Aim of the task
Reproduce the listing below word for word.

Input records
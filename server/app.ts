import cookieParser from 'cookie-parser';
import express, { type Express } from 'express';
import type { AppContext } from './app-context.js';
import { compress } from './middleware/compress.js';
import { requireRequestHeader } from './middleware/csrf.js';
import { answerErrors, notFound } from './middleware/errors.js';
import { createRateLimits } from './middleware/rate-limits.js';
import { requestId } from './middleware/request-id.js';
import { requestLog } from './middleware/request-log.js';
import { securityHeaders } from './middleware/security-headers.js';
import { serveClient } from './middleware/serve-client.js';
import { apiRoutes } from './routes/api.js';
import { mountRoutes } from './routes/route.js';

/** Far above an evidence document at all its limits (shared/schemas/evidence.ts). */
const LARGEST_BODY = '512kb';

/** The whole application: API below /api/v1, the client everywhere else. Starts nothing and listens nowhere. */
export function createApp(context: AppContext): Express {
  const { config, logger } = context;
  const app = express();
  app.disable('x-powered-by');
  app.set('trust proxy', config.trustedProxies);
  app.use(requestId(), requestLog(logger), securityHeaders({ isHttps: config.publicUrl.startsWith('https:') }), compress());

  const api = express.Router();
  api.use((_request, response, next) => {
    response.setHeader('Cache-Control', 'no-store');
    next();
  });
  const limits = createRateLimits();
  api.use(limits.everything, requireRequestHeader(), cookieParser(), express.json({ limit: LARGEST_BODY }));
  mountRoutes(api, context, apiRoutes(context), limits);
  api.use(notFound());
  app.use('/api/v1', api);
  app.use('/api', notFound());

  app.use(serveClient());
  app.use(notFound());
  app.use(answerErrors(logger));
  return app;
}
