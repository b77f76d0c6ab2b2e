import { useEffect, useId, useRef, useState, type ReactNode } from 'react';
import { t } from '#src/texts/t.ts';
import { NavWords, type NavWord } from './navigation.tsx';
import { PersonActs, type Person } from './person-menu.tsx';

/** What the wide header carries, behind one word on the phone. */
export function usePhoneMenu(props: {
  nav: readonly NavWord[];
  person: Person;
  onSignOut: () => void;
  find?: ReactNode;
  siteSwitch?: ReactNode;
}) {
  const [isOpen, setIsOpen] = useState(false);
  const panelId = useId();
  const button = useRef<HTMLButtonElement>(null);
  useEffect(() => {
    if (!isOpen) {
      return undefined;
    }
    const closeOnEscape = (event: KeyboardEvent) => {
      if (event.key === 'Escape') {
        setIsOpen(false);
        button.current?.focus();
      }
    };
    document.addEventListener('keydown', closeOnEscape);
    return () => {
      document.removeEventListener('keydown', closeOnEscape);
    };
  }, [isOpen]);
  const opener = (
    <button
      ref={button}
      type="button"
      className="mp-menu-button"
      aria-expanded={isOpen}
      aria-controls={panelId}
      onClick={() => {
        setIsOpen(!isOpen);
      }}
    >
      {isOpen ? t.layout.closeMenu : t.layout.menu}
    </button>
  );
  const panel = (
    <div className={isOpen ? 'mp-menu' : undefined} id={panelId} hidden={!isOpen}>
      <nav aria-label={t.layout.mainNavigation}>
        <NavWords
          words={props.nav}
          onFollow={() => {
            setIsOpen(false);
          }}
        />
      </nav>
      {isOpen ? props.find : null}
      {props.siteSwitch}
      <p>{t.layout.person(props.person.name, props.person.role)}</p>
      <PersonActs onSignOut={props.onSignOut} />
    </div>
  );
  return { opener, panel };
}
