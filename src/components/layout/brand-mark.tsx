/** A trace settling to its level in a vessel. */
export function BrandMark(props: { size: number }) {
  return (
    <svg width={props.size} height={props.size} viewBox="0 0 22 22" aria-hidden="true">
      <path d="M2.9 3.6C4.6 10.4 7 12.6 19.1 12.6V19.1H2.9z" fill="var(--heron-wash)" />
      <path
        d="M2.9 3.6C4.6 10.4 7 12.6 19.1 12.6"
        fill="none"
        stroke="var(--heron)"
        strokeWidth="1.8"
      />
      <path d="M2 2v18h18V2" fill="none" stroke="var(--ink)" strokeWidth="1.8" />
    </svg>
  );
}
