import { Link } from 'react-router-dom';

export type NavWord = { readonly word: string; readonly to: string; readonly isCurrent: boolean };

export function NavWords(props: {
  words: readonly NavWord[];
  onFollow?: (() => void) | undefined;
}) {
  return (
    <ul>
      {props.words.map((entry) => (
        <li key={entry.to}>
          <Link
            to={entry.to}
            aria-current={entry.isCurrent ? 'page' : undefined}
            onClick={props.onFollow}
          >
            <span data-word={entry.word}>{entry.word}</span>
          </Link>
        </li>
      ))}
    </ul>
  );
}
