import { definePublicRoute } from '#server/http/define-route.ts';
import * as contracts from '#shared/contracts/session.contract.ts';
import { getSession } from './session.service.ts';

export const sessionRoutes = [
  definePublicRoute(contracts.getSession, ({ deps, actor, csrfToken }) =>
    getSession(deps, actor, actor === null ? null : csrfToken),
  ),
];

Answer to the problem
filename server/app.ts
import cookieParser from 'cookie-parser';
import express, { type Express } from 'express';
import type { AppContext } from './app-context.js';
import { compress } from './middleware/compress.js';
import { requireRequestHeader } from './middleware/csrf.js';
import { answerErrors, notFound } from './middleware/errors.js';
import { createRateLimits } from './middleware/rate-limits.js';
import { requestId } from './middleware/request-id.js';
import { requestLog } from './middleware/request-log.js';
import { securityHeaders } from './middleware/security-headers.js';
import { serveClient } from './middleware/serve-client.js';
import { apiRoutes } from './routes/api.js';
import { mountRoutes } from './routes/route.js';

/** Far above an evidence document at all its limits (shared/schemas/evidence.ts). */
const LARGEST_BODY = '512kb';

/** The whole application: API below /api/v1, the client everywhere else. Starts nothing and listens nowhere. */
export function createApp(context: AppContext): Express {
  const { config, logger } = context;
  const app = express();
  app.disable('x-powered-by');
  app.set('trust proxy', config.trustedProxies);
  app.use(requestId(), requestLog(logger), securityHeaders({ isHttps: config.publicUrl.startsWith('https:') }), compress());

  const api = express.Router();
  api.use((_request, response, next) => {
    response.setHeader('Cache-Control', 'no-store');
    next();
  });
  const limits = createRateLimits();
  api.use(limits.everything, requireRequestHeader(), cookieParser(), express.json({ limit: LARGEST_BODY }));
  mountRoutes(api, context, apiRoutes(context), limits);
  api.use(notFound());
  app.use('/api/v1', api);
  app.use('/api', notFound());

  app.use(serveClient());
  app.use(notFound());
  app.use(answerErrors(logger));
  return app;
}
repository b77f76d0c6ab2b2e
import { useEffect, useId, useRef, useState, type ReactNode } from 'react';
import { t } from '#src/texts/t.ts';
import { NavWords, type NavWord } from './navigation.tsx';
import { PersonActs, type Person } from './person-menu.tsx';

/** What the wide header carries, behind one word on the phone. */
export function usePhoneMenu(props: {
  nav: readonly NavWord[];
  person: Person;
  onSignOut: () => void;
  find?: ReactNode;
  siteSwitch?: ReactNode;
}) {
  const [isOpen, setIsOpen] = useState(false);
  const panelId = useId();
  const button = useRef<HTMLButtonElement>(null);
  useEffect(() => {
    if (!isOpen) {
      return undefined;
    }
    const closeOnEscape = (event: KeyboardEvent) => {
      if (event.key === 'Escape') {
        setIsOpen(false);
        button.current?.focus();
      }
    };
    document.addEventListener('keydown', closeOnEscape);
    return () => {
      document.removeEventListener('keydown', closeOnEscape);
    };
  }, [isOpen]);
  const opener = (
    <button
      ref={button}
      type="button"
      className="mp-menu-button"
      aria-expanded={isOpen}
      aria-controls={panelId}
      onClick={() => {
        setIsOpen(!isOpen);
      }}
    >
      {isOpen ? t.layout.closeMenu : t.layout.menu}
    </button>
  );
  const panel = (
    <div className={isOpen ? 'mp-menu' : undefined} id={panelId} hidden={!isOpen}>
      <nav aria-label={t.layout.mainNavigation}>
        <NavWords
          words={props.nav}
          onFollow={() => {
            setIsOpen(false);
          }}
        />
      </nav>
      {isOpen ? props.find : null}
      {props.siteSwitch}
      <p>{t.layout.person(props.person.name, props.person.role)}</p>
      <PersonActs onSignOut={props.onSignOut} />
    </div>
  );
  return { opener, panel };
}
filename src/components/layout/brand-mark.tsx
/** A trace settling to its level in a vessel. */
export function BrandMark(props: { size: number }) {
  return (
    <svg width={props.size} height={props.size} viewBox="0 0 22 22" aria-hidden="true">
      <path d="M2.9 3.6C4.6 10.4 7 12.6 19.1 12.6V19.1H2.9z" fill="var(--heron-wash)" />
      <path
        d="M2.9 3.6C4.6 10.4 7 12.6 19.1 12.6"
        fill="none"
        stroke="var(--heron)"
        strokeWidth="1.8"
      />
      <path d="M2 2v18h18V2" fill="none" stroke="var(--ink)" strokeWidth="1.8" />
    </svg>
  );
}
import { Link } from 'react-router-dom';

export type NavWord = { readonly word: string; readonly to: string; readonly isCurrent: boolean };

export function NavWords(props: {
  words: readonly NavWord[];
  onFollow?: (() => void) | undefined;
}) {
  return (
    <ul>
      {props.words.map((entry) => (
        <li key={entry.to}>
          <Link
            to={entry.to}
            aria-current={entry.isCurrent ? 'page' : undefined}
            onClick={props.onFollow}
          >
            <span data-word={entry.word}>{entry.word}</span>
          </Link>
        </li>
      ))}
    </ul>
  );
}
import { definePublicRoute } from '#server/http/define-route.ts';
import * as contracts from '#shared/contracts/session.contract.ts';
import { getSession } from './session.service.ts';

export const sessionRoutes = [
  definePublicRoute(contracts.getSession, ({ deps, actor, csrfToken }) =>
    getSession(deps, actor, actor === null ? null : csrfToken),
  ),
];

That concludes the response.